The development of wireless communications increases the challenges on antenna performance to improve the capability of the whole system. New fabrication technologies are emerging that not only can improve the performance of components but also provide more options for materials and geometries. One of the advanced technologies, referred to as deep X-ray lithography (XRL), can improve the performance of RF components while providing interesting opportunities for fabrication. Since this fabrication technology enables the objects of high aspect ratio (tall) structure with high accuracy, it offers RF/microwave components some unique advantages, such as higher coupling energy and compacted size. The research presented in that thesis investigates the properties of deep XRL fabricated tall microstrip transmission line and describes some important features such as characteristic impedance, attenuation, and electromagnetic field distribution.
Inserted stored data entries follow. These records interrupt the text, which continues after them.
"""The public API as issue 20 lists it: every name documented with an example, and every name in
the type stubs (strewn/__init__.pyi)."""
import ast
from pathlib import Path

import strewn

DOCUMENTED = ["probability", "probability_many", "probability_at", "fit_impacts", "fit_counts", "fit_censored",
              "shape", "shape_kinds", "add_plugin_dir", "Normal", "Mixture", "Region", "Normal.from_axes",
              "Normal.from_cep", "Normal.from_r95", "Normal.from_fraction", "Normal.scaled", "Normal.moved_to",
              "Region.polygon", "Region.rectangle", "Region.disk", "Region.ellipse", "Region.ring_sector",
              "Region.from_wkt", "Region.from_geojson", "Region.from_geo", "Region.union",
              "Region.difference", "Region.intersection", "Region.translated", "Region.contains"]


def resolve(name):
    obj = strewn
    for part in name.split("."):
        obj = getattr(obj, part)
    return obj


def test_every_public_name_has_a_docstring_with_an_example():
    missing = [n for n in DOCUMENTED if "Example" not in (resolve(n).__doc__ or "")]
    assert not missing, missing


def test_the_stubs_name_everything_exported():
    stub = Path(strewn.__file__).with_name("__init__.pyi")
    tree = ast.parse(stub.read_text())
    names = {n.name for n in tree.body if isinstance(n, (ast.FunctionDef, ast.ClassDef))}
    names |= {t.id for n in tree.body if isinstance(n, ast.AnnAssign) for t in [n.target]}
    assert set(strewn.__all__) - names == set()
    assert (Path(strewn.__file__).parent / "py.typed").exists()


def test_input_error_and_version():
    assert issubclass(strewn.InputError, ValueError)
    assert strewn.__version__.count(".") == 2


def test_every_exported_name_method_and_property_has_a_docstring():
    # Beyond the list above: every name of __all__ and every public member of its classes
    # (the Result's fields, a Normal's mean and cov, a Site's zones, FitResult.keys, InputError
    # had none).
    import inspect
    missing = []
    for name in strewn.__all__:
        if name.startswith("__"):
            continue
        obj = getattr(strewn, name)
        if not (obj.__doc__ or "").strip():
            missing.append(name)
        if inspect.isclass(obj):
            missing += [f"{name}.{m}" for m, v in vars(obj).items()
                        if not m.startswith("_") and not (getattr(v, "__doc__", None) or "").strip()]
    assert not missing, missing


def test_dir_lists_the_public_names_only():
    # The typing names imported for annotations (Any, Mapping, ...) stayed in dir(strewn).
    assert set(dir(strewn)) == set(strewn.__all__)
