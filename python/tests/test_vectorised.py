"""The vectorised forms against loops of single calls (bit for bit), probability_at against
probability() of the moved footprint (within the two bounds), and thread safety: a
ThreadPoolExecutor of 8 workers gives the results of serial calls."""
import math
from concurrent.futures import ThreadPoolExecutor

import numpy as np

import strewn

MODEL = strewn.Mixture([(0.9, strewn.Normal.from_axes((0.0, 6.0), 0.30, 0.18, 80.0)),
                        (0.1, strewn.Normal.from_axes((0.1, 6.2), 0.9, 0.9, 0.0))])


def regions():
    out = []
    for k in range(12):
        c = (0.3 * k - 1.5, 5.0 + 0.2 * k)
        out += [strewn.Region.rectangle(c, 0.5 + 0.1 * k, 0.4, angle_deg=10 * k),
                strewn.Region.disk(c, 0.2 + 0.05 * k),
                strewn.Region.ring_sector(c, 0.1, 0.6, 15 * k, 15 * k + 100)]
    return out


def bits(a):
    return np.asarray(a, dtype=float).view(np.uint64)


def test_probability_many_is_bit_identical_to_single_calls():
    # Source: the definition (the same engine call per region, whatever the threads).
    rs = regions()
    many = strewn.probability_many(MODEL, rs)
    single = [strewn.probability(MODEL, r) for r in rs]
    np.testing.assert_array_equal(bits(many.p), bits([r.p for r in single]))
    np.testing.assert_array_equal(bits(many.q), bits([r.q for r in single]))
    np.testing.assert_array_equal(bits(many.abs_err), bits([r.abs_err for r in single]))
    assert many.converged.all()
    one_thread = strewn.probability_many(MODEL, rs, threads=1)
    np.testing.assert_array_equal(bits(one_thread.p), bits(many.p))


def test_probability_at_is_bit_identical_to_single_calls():
    # A grid whose rows are evenly spaced (the map kernel's runs) and scattered points: each
    # value equals the one-point call at that point. Source: the definition.
    person = strewn.Region.disk((0.0, 0.0), 0.25)
    xs = -1.0 + 0.0625 * np.arange(40)
    ys = 5.0 + 0.0625 * np.arange(24)
    x, y = np.meshgrid(xs, ys)
    grid = strewn.probability_at(MODEL, person, x, y)
    assert grid.p.shape == (24, 40)
    for j in range(0, 24, 5):
        for i in range(0, 40, 3):
            one = strewn.probability_at(MODEL, person, x[j, i], y[j, i])
            assert one.p.shape == ()
            assert bits(one.p) == bits(grid.p[j, i]) and bits(one.abs_err) == bits(grid.abs_err[j, i])
    rng = np.random.default_rng(3)
    px, py = rng.uniform(-1, 1.5, 50), rng.uniform(5, 7, 50)
    scattered = strewn.probability_at(MODEL, person, px, py)
    loop = [strewn.probability_at(MODEL, person, a, b) for a, b in zip(px, py)]
    np.testing.assert_array_equal(bits(scattered.p), bits([r.p for r in loop]))
    np.testing.assert_array_equal(bits(scattered.abs_err), bits([r.abs_err for r in loop]))
    # Broadcasting: one row of xs against a column of ys is the meshgrid.
    broadcast = strewn.probability_at(MODEL, person, xs[None, :], ys[:, None])
    np.testing.assert_array_equal(bits(broadcast.p), bits(grid.p))


def test_probability_at_agrees_with_probability_of_the_moved_footprint():
    # Source: probability() of the footprint translated to the point (the integrator checked
    # against scipy in test_probability.py); the two agree within their combined bounds.
    for footprint in (strewn.Region.disk((0, 0), 0.25), strewn.Region.rectangle((0, 0), 0.6, 0.3, 20),
                      strewn.shape("person", centre=[0, 0])):
        x = np.array([-0.5, 0.0, 0.25, 1.0, 2.5])
        y = np.array([6.0, 6.1, 5.7, 6.4, 6.0])
        at = strewn.probability_at(MODEL, footprint, x, y)
        for k in range(len(x)):
            r = strewn.probability(MODEL, footprint.translated(x[k], y[k]))
            assert abs(at.p[k] - r.p) <= at.abs_err[k] + r.abs_err + 1e-300


def test_probability_at_of_polygonal_footprints_is_the_map(tmp_path):
    # The map of a site with one source and probability_at of the same model and footprint at the
    # map's cell centres: the same engine kernel (compute_risk_map) on the same cells, so the same
    # bits, for footprints of straight edges (issue 22: tabled whitened vertices per component).
    # Source: the definition. Against probability() of the moved footprint (the integrator
    # checked against scipy in test_probability.py): within the two bounds.
    site_file = tmp_path / "yard.toml"
    site_file.write_text("""
[site]
name = "Invented yard for a map test"
units = "metres"

[settings]
method = "exact"
tolerance = 1e-8

[[source]]
name = "one thrower"
aim = [0.0, 6.0]
bias = [0.1, -0.05]
spread = { sigma_major = 0.30, sigma_minor = 0.18, angle_deg = 80 }

[[zone]]
name = "board"
role = "target"
shape = "rectangle"
params = { centre = [0.0, 6.0], width = 1.0, depth = 1.0 }
""")
    site = strewn.load_site(site_file)
    model = strewn.Normal.from_axes((0.1, 5.95), 0.30, 0.18, 80.0)
    for kind, params in (("rectangle", {"width": 0.5, "depth": 0.3, "angle_deg": 25.0}),
                         ("polygon", {"outer": [[0, 0], [0.5, 0], [0.5, 0.2], [0.2, 0.2], [0.2, 0.6], [0, 0.6]]})):
        m = site.risk_map(cells=24, per="event", extent=(-1.5, 4.5, 1.7, 7.7), footprint=kind, footprint_params=params)
        if kind == "rectangle":  # stands on its centre, [0, 0] in the map
            footprint = strewn.shape(kind, centre=[0.0, 0.0], **params)
        else:  # stands on its bounding box's centre, as the map places it
            footprint = strewn.shape(kind, **params).translated(-0.25, -0.3)
        at = strewn.probability_at(model, footprint, m.x, m.y, rel_tol=1e-8)
        np.testing.assert_array_equal(bits(at.p), bits(m.risk))
        np.testing.assert_array_equal(bits(at.abs_err), bits(m.bound))
        assert at.converged.all()
        for j, i in ((0, 0), (12, 11), (20, 5), (23, 23)):
            r = strewn.probability(model, footprint.translated(m.x[j, i], m.y[j, i]), rel_tol=1e-8)
            assert abs(at.p[j, i] - r.p) <= at.abs_err[j, i] + r.abs_err + 1e-300


def test_threads_give_the_serial_results():
    # Eight workers calling probability, probability_many and probability_at at once (the GIL is
    # released inside) give exactly the serial results.
    rs = regions()
    serial = [strewn.probability(MODEL, r) for r in rs]
    with ThreadPoolExecutor(max_workers=8) as pool:
        parallel = list(pool.map(lambda r: strewn.probability(MODEL, r), rs * 4))
    for k, r in enumerate(parallel):
        s = serial[k % len(rs)]
        assert (bits(r.p), bits(r.q), bits(r.abs_err)) == (bits(s.p), bits(s.q), bits(s.abs_err))
    person = strewn.Region.disk((0.0, 0.0), 0.25)
    x, y = np.meshgrid(-1.0 + 0.125 * np.arange(16), 5.0 + 0.125 * np.arange(16))
    ref_map = strewn.probability_at(MODEL, person, x, y).p
    ref_many = strewn.probability_many(MODEL, rs).p
    with ThreadPoolExecutor(max_workers=8) as pool:
        maps = list(pool.map(lambda _: strewn.probability_at(MODEL, person, x, y).p, range(8)))
        manys = list(pool.map(lambda _: strewn.probability_many(MODEL, rs).p, range(8)))
    for m in maps:
        np.testing.assert_array_equal(bits(m), bits(ref_map))
    for m in manys:
        np.testing.assert_array_equal(bits(m), bits(ref_many))


def test_short_polygons_keep_the_gil_and_give_the_serial_results():
    # An exact probability of a Normal over at most 32 straight edges keeps the GIL (its release
    # would cost about as much as the computation); longer ones release it. Both sides of that
    # threshold, called from eight threads, give the serial results bit for bit, and a call with
    # the default options (taken by identity) gives what the same options passed as new objects
    # give (taken through _options).
    normal = strewn.Normal.from_axes((0.0, 6.0), 0.30, 0.18, 80.0)
    polygons = []
    for n in (8, 32, 33, 200):
        t = 2 * math.pi * np.arange(n) / n
        polygons.append(strewn.Region.polygon(list(zip(0.2 + 0.5 * np.cos(t), 6.1 + 0.35 * np.sin(t)))))
    serial = [strewn.probability(normal, r) for r in polygons]
    explicit = [strewn.probability(normal, r, str("exact"), float("1e-8"), abs_tol=float("1e-15"),
                                   samples=int("1000000"), seed=int("20261201"), confidence=float("0.999"))
                for r in polygons]
    for s, e in zip(serial, explicit):
        assert (bits(s.p), bits(s.q), bits(s.abs_err)) == (bits(e.p), bits(e.q), bits(e.abs_err))
    with ThreadPoolExecutor(max_workers=8) as pool:
        parallel = list(pool.map(lambda r: strewn.probability(normal, r), polygons * 8))
    for k, r in enumerate(parallel):
        s = serial[k % len(polygons)]
        assert (bits(r.p), bits(r.q), bits(r.abs_err)) == (bits(s.p), bits(s.q), bits(s.abs_err))


def test_probability_at_shapes():
    # numpy broadcasting rules: the result has the common shape of xs and ys, empty stays empty.
    person = strewn.Region.disk((0.0, 0.0), 0.25)
    assert strewn.probability_at(MODEL, person, np.zeros(0), 6.0).p.shape == (0,)
    cube = strewn.probability_at(MODEL, person, np.zeros((2, 3, 4)), 5.5 + 0.25 * np.arange(4))
    assert cube.p.shape == cube.abs_err.shape == cube.converged.shape == (2, 3, 4)
    line = strewn.probability_at(MODEL, person, 0.0, 5.5 + 0.25 * np.arange(4))
    np.testing.assert_array_equal(bits(cube.p[1, 2]), bits(line.p))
Furthermore, since most of traditional feeding structure cannot supply enough coupling energy to excite the low permittivity DRA element (εr≤10), three novel feeding schemes composed by tall microstrip line on exciting dielectric resonator antennas (DRA) with low permittivity are proposed and analyzed in this research. Both simulation and experimental measured results exhibit excellent performance. Additionally, a new simulation approach to realize Dolph-Chebyshev linear series-fed DRA arrays by using the advantages of tall microstrip line feeding structure is proposed. By using a novel T shape feeding scheme, the array exhibits wide band operation due to the low permittivity (εr=5) DRA elements and good radiation pattern due to the novel feeding structure. The tall metal transmission line feed structure and the polymer-based DRA elements could be fabricated in a common process by the deep XRL technology. This thesis firstly illustrates properties and knowledge for both DRA element and the tall transmission line. Then the three novel feeding schemes by using the tall transmission line on exciting the low permittivity DRA are proposed and one of the feeding structures, side coupling feeding, is analyzed through the simulation and experiments. Finally, the T shape feeding structure is applied into low permittivity linear DRA array design work. A novel method on designing the Dolph-Chebyshev array is proposed making the design work more efficient.